• PROBLEM
The records shown below are to be repeated exactly and completely.

Records drawn from a dataset:
================================

import eigencheck.oracle.Evaluation;
import eigencheck.oracle.Oracle;
import eigencheck.oracle.expr.Expression;
import eigencheck.oracle.problem.BoundaryCondition;
import eigencheck.oracle.problem.Cylinder;
import eigencheck.oracle.problem.Domain;
import eigencheck.oracle.problem.Material;
import eigencheck.oracle.problem.Problem;
import eigencheck.oracle.problem.Side;
import eigencheck.oracle.problem.Sphere;
import java.util.Map;
import org.apache.commons.math3.analysis.integration.gauss.GaussIntegrator;
import org.apache.commons.math3.analysis.integration.gauss.GaussIntegratorFactory;
import org.apache.commons.math3.analysis.solvers.BrentSolver;
import org.apache.commons.math3.special.BesselJ;
import org.junit.jupiter.api.Test;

================================

• OUTPUT FOR THIS TASK
import eigencheck.oracle.Evaluation;
import eigencheck.oracle.Oracle;
import eigencheck.oracle.expr.Expression;
import eigencheck.oracle.problem.BoundaryCondition;
import eigencheck.oracle.problem.Cylinder;
import eigencheck.oracle.problem.Domain;
import eigencheck.oracle.problem.Material;
import eigencheck.oracle.problem.Problem;
import eigencheck.oracle.problem.Side;
import eigencheck.oracle.problem.Sphere;
import java.util.Map;
import org.apache.commons.math3.analysis.integration.gauss.GaussIntegrator;
import org.apache.commons.math3.analysis.integration.gauss.GaussIntegratorFactory;
import org.apache.commons.math3.analysis.solvers.BrentSolver;
import org.apache.commons.math3.special.BesselJ;
import org.junit.jupiter.api.Test;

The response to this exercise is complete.